As lotus tea is poured from the pot, the steam drifts up, and Shai Chin Lung, a Taiwanese businessman who has lived in Vietnam for seven years is looking forward to his cup.
“Enjoying an early summer cup of tea brewed by the Trường Xuân artisans, I feel like I’m touching heaven. The fragrance of the lotus mixed with the sweet taste of truly first-class Tân Cương tea in a clean tea cup makes me think of hundreds of pink lotuses beginning to open, filling the air with their scent. For me, lotus tea is number one.”
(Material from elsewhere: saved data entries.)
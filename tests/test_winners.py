"""Which forecast wins a set of replicate seasons (simulator.analysis.winners), checked on arrays.

The reference values are identities of paired comparisons on common random numbers (the mean of
the differences is the difference of the means; a forecast compared with itself saves exactly
nothing): common practice, no single source. The cost arrays are invented test data.
"""

from __future__ import annotations

import itertools

import numpy as np
import pytest

from simulator.analysis.winners import ROW_COLUMNS, contest, wins


@pytest.fixture
def costs(rng) -> list[np.ndarray]:
    """Season costs of three invented forecasts on the same 400 replicates: "b" cheapest on average."""
    weather = rng.normal(10_000, 1_500, 400)  # what every forecast pays on a replicate
    return [weather + rng.normal(600, 400, 400), weather + rng.normal(0, 400, 400),
            weather + rng.normal(250, 400, 400)]


def test_the_cheapest_on_average_wins_and_its_saving_is_paired_against_the_runner_up(costs):
    c = contest(["a", "b", "c"], [0.3, 0.4, 0.5], costs)
    assert (c.winner, c.runner_up) == ("b", "c")
    np.testing.assert_array_equal(c.saving, costs[2] - costs[1])
    summary = c.saving_summary()
    # mean of paired differences = difference of means (linearity of the mean)
    assert summary["mean"] == pytest.approx(costs[2].mean() - costs[1].mean())
    assert summary["prob_saving"] == pytest.approx(np.mean(costs[1] < costs[2]))
    assert summary["p05"] == pytest.approx(np.quantile(costs[2] - costs[1], 0.05))


def test_the_same_costs_under_two_names_win_nothing_and_save_exactly_nothing(costs):
    c = contest(["ours", "ours again"], [0.4, 0.4], [costs[0], costs[0].copy()])
    assert c.winner is None
    assert (c.saving == 0).all() and c.prob_saving == 0
    row = c.row()
    assert row["best_forecast"] == "" and row["runner_up_forecast"] == ""
    assert row["saving_against_runner_up_mean"] == 0 and row["saving_against_runner_up_prob"] == 0
    assert c.as_dict()["winner"] is None


def test_a_tie_for_first_place_behind_no_one_is_still_no_winner(costs):
    # two equal best forecasts and a dearer third: nobody wins, whatever the order listed
    for names in itertools.permutations(["x", "x copy", "dear"]):
        arrays = {"x": costs[1], "x copy": costs[1].copy(), "dear": costs[0]}
        c = contest(list(names), [0.5] * 3, [arrays[n] for n in names])
        assert c.winner is None and (c.saving == 0).all()


def test_the_order_of_listing_changes_no_figure(costs):
    names, cutoffs = ["a", "b", "c"], [0.3, 0.4, 0.5]
    first = contest(names, cutoffs, costs)
    for order in itertools.permutations(range(3)):
        other = contest([names[i] for i in order], [cutoffs[i] for i in order], [costs[i] for i in order])
        assert other.row() == first.row()
        a, b = first.as_dict(), other.as_dict()
        assert a["at_own_cutoff"] == {name: b["at_own_cutoff"][name] for name in names}
        assert {k: v for k, v in a.items() if k != "at_own_cutoff"} == {
            k: v for k, v in b.items() if k != "at_own_cutoff"}


def test_rows_carry_the_named_columns_and_wins_are_counted_per_forecast(costs):
    c = contest(["a", "b", "c"], [0.3, 0.4, 0.5], costs)
    assert tuple(c.row()) == ROW_COLUMNS
    tie = contest(["a", "b"], [0.3, 0.3], [costs[0], costs[0]])
    assert wins([c, c, tie], ["a", "b", "c"]) == {"a": 0, "b": 2, "c": 0}


def test_a_contest_needs_two_forecasts_with_costs_each(costs):
    with pytest.raises(ValueError, match="two or more forecasts"):
        contest(["a"], [0.3], costs[:1])
    with pytest.raises(ValueError, match="two or more forecasts"):
        contest(["a", "b"], [0.3], costs[:2])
After watching a documentary film about the art of scenting lotus tea narrated by the owners of Trường Xuân teahouse, professor Shimizu Masaaki, a Vietnamese language teacher at Osaka University in Japan, decided to witness the process in person during a trip to Vietnam.
“I am still amazed at the sophisticated, exquisite and patient work that is required. The fragrance and taste of a lotus tea cup is hard to describe in words, but I can choose one: wonderful. Hà Nội's people can be proud of their second to none scenting tea art of the high quality product,” he said.
While international brands like Lipton and Dilmah have moved into Vietnam over the past few years, Sướng and his father maintain Trường Xuân Teahouse with three main kinds of tea: original green tea, nutritious tea and nature flower scented tea -lotus, magnolia, jasmine, and shaddock flower.
The two want to rehabilitate Vietnamese tea, as Vietnamese people not only want to enjoy their own tea but also know about what they are drinking. “Lotus tea is not just a refreshing beverage and good for your health; to Asian people, its most meaningful spirit is to purify the soul,” Sướng said.